[Dataset records]

-=-=-=-=-

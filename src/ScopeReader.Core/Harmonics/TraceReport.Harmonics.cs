using ScopeReader.Readings;
using static ScopeReader.Harmonics.HarmonicAnalyser;

namespace ScopeReader.Harmonics;

internal sealed partial class TraceReport
{
    private void WriteHarmonics(TraceLevels levels, TraceLine first, double fundamental, int from)
    {
        var found = new List<Reading>();
        int inside = 1;
        for (int k = 2; k <= _wanted; k++)
        {
            double expected = k * fundamental;
            if (expected + Math.Max(Window, 2 * levels.Spacing) > levels.Stop || levels.Nearest(expected) < from)
            {
                sheet.Refuse("outside-span", Text($"harmonic {k} at {Engineering.Format(expected, "Hz")} lies outside the span; widen it"), Quantities.Harmonic(k));
                continue;
            }
            inside = k;
            if (FindNear(levels, expected) is not { } top)
            {
                double bound = levels.Noise(levels.Nearest(expected)).Threshold(5) - first.LevelDb;
                sheet.Refuse("below-noise", Text($"< {bound:F1} dBc: no line stands out of the noise there; narrow the resolution bandwidth"), Quantities.Harmonic(k));
            }
            else if (levels.Line(top) is not { } line)
                sheet.Refuse("unresolved", "fewer than 3 points lie on the line; narrow the span, or take more points", Quantities.Harmonic(k));
            else
                found.Add(new Reading(Quantities.Harmonic(k), line.LevelDb - first.LevelDb, "dBc", _chain.ForRelativeDecibels([.. line.LevelTerms, .. Of(first)]), Method));
        }
        foreach (Reading reading in found)
            sheet.Add(reading);
        if (found.MaxBy(r => r.Value) is { } worst)
            sheet.Add(new Reading(Quantities.WorstHarmonic, worst.Value, "dBc", worst.Budget, Method) { Note = $"{worst.Quantity.Id}, of harmonics 2 to {inside}" });
        else
            sheet.Refuse(inside > 1 ? "below-noise" : "outside-span", inside > 1 ? Text($"none of harmonics 2 to {inside} is resolved") : "no harmonic lies inside the span; widen it", Quantities.WorstHarmonic);
        WriteOwn(found);
    }

    private static IEnumerable<BudgetTerm> Of(TraceLine fundamental) =>
        fundamental.LevelTerms.Select(t => BudgetTerm.Normal(t.Name + " of fundamental", t.Value, t.Sensitivity));

    private void WriteOwn(List<Reading> harmonics)
    {
        if (plan.Chain.DistortionFloorDbc is not { } floor)
            return;
        string[] own = [.. harmonics.Where(r => r.Value <= floor).Select(r => r.Quantity.Id)];
        if (own.Length > 0)
            sheet.Add(new Finding("own-distortion",
                Text($"{string.Join(", ", own)}: at the instrument's own floor of {floor:F1} dBc, so it may be made there; with 10 dB more attenuation a line of the source stays where it is in dBc"),
                "instrument"));
    }

    private void WriteSubharmonic(TraceLevels levels, TraceLine peak, int order)
    {
        if (order == 1 && FindNear(levels, peak.Frequency / 2) is { } half)
            sheet.Add(new Finding("subharmonic",
                Text($"a line at half of the strongest line's frequency, {levels.Level(half) - peak.LevelDb:F1} dBc: a doubler or divider leaks, or the strongest line is a second harmonic"), "half"));
    }
}
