using ScopeReader.Readings;

namespace ScopeReader.Harmonics;

/// <summary>Harmonics of an ideal pulse train, from its Fourier series: what is the shape of a wave and no distortion of it.</summary>
public static class IdealPulse
{
    /// <summary>Level of a harmonic of a rectangular wave: A_k ∝ |sin(πkd)|/k.</summary>
    /// <param name="dutyFactor">d, above 0 and below 1.</param>
    /// <param name="harmonic">k, 1 or more.</param>
    /// <returns>dBc; minus infinity where the wave does not have it.</returns>
    public static double LevelDbc(double dutyFactor, int harmonic) =>
        Decibels.OfAmplitudes(Math.Abs(Math.Sin(Math.PI * harmonic * dutyFactor) / (harmonic * Math.Sin(Math.PI * dutyFactor))));

    /// <summary>The same with straight edges of equal duration, the width taken at half height: each harmonic times sinc(k·t/T).</summary>
    /// <param name="dutyFactor">d, above 0 and below 1.</param>
    /// <param name="edge">Duration of an edge from 0 to 100 %, over the period.</param>
    /// <param name="harmonic">k, 1 or more.</param>
    /// <returns>dBc.</returns>
    public static double TrapezoidLevelDbc(double dutyFactor, double edge, int harmonic) =>
        LevelDbc(dutyFactor, harmonic) + Decibels.OfAmplitudes(Math.Abs(Sinc(harmonic * edge) / Sinc(edge)));

    /// <summary>What Gaussian edges take off a harmonic relative to the fundamental: exp(-2π²(k² - 1)s²).</summary>
    /// <param name="edgeSigma">s, standard deviation of the edge over the period: its 10 to 90 % duration over 2.5631.</param>
    /// <param name="harmonic">k, 1 or more.</param>
    /// <returns>dB, 0 or less.</returns>
    public static double GaussianEdgeDb(double edgeSigma, int harmonic) =>
        -Decibels.PerRelativeAmplitude * 2 * Math.PI * Math.PI * ((double)harmonic * harmonic - 1) * edgeSigma * edgeSigma;

    /// <summary>The same with Gaussian edges of their own durations, the width taken at half height.</summary>
    /// <param name="dutyFactor">d, above 0 and below 1.</param>
    /// <param name="riseSigma">Standard deviation of the rising edge over the period.</param>
    /// <param name="fallSigma">Standard deviation of the falling edge over the period.</param>
    /// <param name="harmonic">k, 1 or more.</param>
    /// <returns>dBc: of c_k ∝ (g_r - g_f e^(-2πikd))/k with g = exp(-2π²k²s²).</returns>
    public static double EdgedLevelDbc(double dutyFactor, double riseSigma, double fallSigma, int harmonic) =>
        Decibels.OfAmplitudes(Edged(dutyFactor, riseSigma, fallSigma, harmonic) / Edged(dutyFactor, riseSigma, fallSigma, 1));

    /// <summary>How far from one half a duty factor is that gives a second harmonic of a level: 20 log|cos πd|, solved.</summary>
    /// <param name="secondDbc">Level of the second harmonic, 0 dBc or less.</param>
    /// <returns>|d - 1/2|; the level does not say on which side.</returns>
    public static double DutyDeviation(double secondDbc) => Math.Asin(Decibels.AmplitudeRatio(secondDbc)) / Math.PI;

    private static double Edged(double duty, double riseSigma, double fallSigma, int k)
    {
        double rise = Math.Exp(-2 * Math.PI * Math.PI * k * k * riseSigma * riseSigma), fall = Math.Exp(-2 * Math.PI * Math.PI * k * k * fallSigma * fallSigma);
        // |g_r - g_f e^(-2ix)|² with x = πkd, written so that nothing cancels where the edges are alike.
        double s = Math.Sin(Math.PI * k * duty);
        return Math.Sqrt((rise - fall) * (rise - fall) + 4 * rise * fall * s * s) / k;
    }

    private static double Sinc(double x) => x == 0 ? 1 : Math.Sin(Math.PI * x) / (Math.PI * x);
}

-=-=-=-=-

HOW TO COMPLETE THIS TASK>
Each record above is to be written out again, without any change.

REPLY TO THE TASK>
filename src/ScopeReader.Core/Harmonics/TraceReport.Harmonics.cs
using ScopeReader.Readings;
using static ScopeReader.Harmonics.HarmonicAnalyser;

namespace ScopeReader.Harmonics;

internal sealed partial class TraceReport
{
    private void WriteHarmonics(TraceLevels levels, TraceLine first, double fundamental, int from)
    {
        var found = new List<Reading>();
        int inside = 1;
        for (int k = 2; k <= _wanted; k++)
        {
            double expected = k * fundamental;
            if (expected + Math.Max(Window, 2 * levels.Spacing) > levels.Stop || levels.Nearest(expected) < from)
            {
                sheet.Refuse("outside-span", Text($"harmonic {k} at {Engineering.Format(expected, "Hz")} lies outside the span; widen it"), Quantities.Harmonic(k));
                continue;
            }
            inside = k;
            if (FindNear(levels, expected) is not { } top)
            {
                double bound = levels.Noise(levels.Nearest(expected)).Threshold(5) - first.LevelDb;
                sheet.Refuse("below-noise", Text($"< {bound:F1} dBc: no line stands out of the noise there; narrow the resolution bandwidth"), Quantities.Harmonic(k));
            }
            else if (levels.Line(top) is not { } line)
                sheet.Refuse("unresolved", "fewer than 3 points lie on the line; narrow the span, or take more points", Quantities.Harmonic(k));
            else
                found.Add(new Reading(Quantities.Harmonic(k), line.LevelDb - first.LevelDb, "dBc", _chain.ForRelativeDecibels([.. line.LevelTerms, .. Of(first)]), Method));
        }
        foreach (Reading reading in found)
            sheet.Add(reading);
        if (found.MaxBy(r => r.Value) is { } worst)
            sheet.Add(new Reading(Quantities.WorstHarmonic, worst.Value, "dBc", worst.Budget, Method) { Note = $"{worst.Quantity.Id}, of harmonics 2 to {inside}" });
        else
            sheet.Refuse(inside > 1 ? "below-noise" : "outside-span", inside > 1 ? Text($"none of harmonics 2 to {inside} is resolved") : "no harmonic lies inside the span; widen it", Quantities.WorstHarmonic);
        WriteOwn(found);
    }

    private static IEnumerable<BudgetTerm> Of(TraceLine fundamental) =>
        fundamental.LevelTerms.Select(t => BudgetTerm.Normal(t.Name + " of fundamental", t.Value, t.Sensitivity));

    private void WriteOwn(List<Reading> harmonics)
    {
        if (plan.Chain.DistortionFloorDbc is not { } floor)
            return;
        string[] own = [.. harmonics.Where(r => r.Value <= floor).Select(r => r.Quantity.Id)];
        if (own.Length > 0)
            sheet.Add(new Finding("own-distortion",
                Text($"{string.Join(", ", own)}: at the instrument's own floor of {floor:F1} dBc, so it may be made there; with 10 dB more attenuation a line of the source stays where it is in dBc"),
                "instrument"));
    }

    private void WriteSubharmonic(TraceLevels levels, TraceLine peak, int order)
    {
        if (order == 1 && FindNear(levels, peak.Frequency / 2) is { } half)
            sheet.Add(new Finding("subharmonic",
                Text($"a line at half of the strongest line's frequency, {levels.Level(half) - peak.LevelDb:F1} dBc: a doubler or divider leaks, or the strongest line is a second harmonic"), "half"));
    }
}
using ScopeReader.Readings;

namespace ScopeReader.Harmonics;

/// <summary>Harmonics of an ideal pulse train, from its Fourier series: what is the shape of a wave and no distortion of it.</summary>
public static class IdealPulse
{
    /// <summary>Level of a harmonic of a rectangular wave: A_k ∝ |sin(πkd)|/k.</summary>
    /// <param name="dutyFactor">d, above 0 and below 1.</param>
    /// <param name="harmonic">k, 1 or more.</param>
    /// <returns>dBc; minus infinity where the wave does not have it.</returns>
    public static double LevelDbc(double dutyFactor, int harmonic) =>
        Decibels.OfAmplitudes(Math.Abs(Math.Sin(Math.PI * harmonic * dutyFactor) / (harmonic * Math.Sin(Math.PI * dutyFactor))));

    /// <summary>The same with straight edges of equal duration, the width taken at half height: each harmonic times sinc(k·t/T).</summary>
    /// <param name="dutyFactor">d, above 0 and below 1.</param>
    /// <param name="edge">Duration of an edge from 0 to 100 %, over the period.</param>
    /// <param name="harmonic">k, 1 or more.</param>
    /// <returns>dBc.</returns>
    public static double TrapezoidLevelDbc(double dutyFactor, double edge, int harmonic) =>
        LevelDbc(dutyFactor, harmonic) + Decibels.OfAmplitudes(Math.Abs(Sinc(harmonic * edge) / Sinc(edge)));

    /// <summary>What Gaussian edges take off a harmonic relative to the fundamental: exp(-2π²(k² - 1)s²).</summary>
    /// <param name="edgeSigma">s, standard deviation of the edge over the period: its 10 to 90 % duration over 2.5631.</param>
    /// <param name="harmonic">k, 1 or more.</param>
    /// <returns>dB, 0 or less.</returns>
    public static double GaussianEdgeDb(double edgeSigma, int harmonic) =>
        -Decibels.PerRelativeAmplitude * 2 * Math.PI * Math.PI * ((double)harmonic * harmonic - 1) * edgeSigma * edgeSigma;

    /// <summary>The same with Gaussian edges of their own durations, the width taken at half height.</summary>
    /// <param name="dutyFactor">d, above 0 and below 1.</param>
    /// <param name="riseSigma">Standard deviation of the rising edge over the period.</param>
    /// <param name="fallSigma">Standard deviation of the falling edge over the period.</param>
    /// <param name="harmonic">k, 1 or more.</param>
    /// <returns>dBc: of c_k ∝ (g_r - g_f e^(-2πikd))/k with g = exp(-2π²k²s²).</returns>
    public static double EdgedLevelDbc(double dutyFactor, double riseSigma, double fallSigma, int harmonic) =>
        Decibels.OfAmplitudes(Edged(dutyFactor, riseSigma, fallSigma, harmonic) / Edged(dutyFactor, riseSigma, fallSigma, 1));

    /// <summary>How far from one half a duty factor is that gives a second harmonic of a level: 20 log|cos πd|, solved.</summary>
    /// <param name="secondDbc">Level of the second harmonic, 0 dBc or less.</param>
    /// <returns>|d - 1/2|; the level does not say on which side.</returns>
    public static double DutyDeviation(double secondDbc) => Math.Asin(Decibels.AmplitudeRatio(secondDbc)) / Math.PI;

    private static double Edged(double duty, double riseSigma, double fallSigma, int k)
    {
        double rise = Math.Exp(-2 * Math.PI * Math.PI * k * k * riseSigma * riseSigma), fall = Math.Exp(-2 * Math.PI * Math.PI * k * k * fallSigma * fallSigma);
        // |g_r - g_f e^(-2ix)|² with x = πkd, written so that nothing cancels where the edges are alike.
        double s = Math.Sin(Math.PI * k * duty);
        return Math.Sqrt((rise - fall) * (rise - fall) + 4 * rise * fall * s * s) / k;
    }

    private static double Sinc(double x) => x == 0 ? 1 : Math.Sin(Math.PI * x) / (Math.PI * x);
}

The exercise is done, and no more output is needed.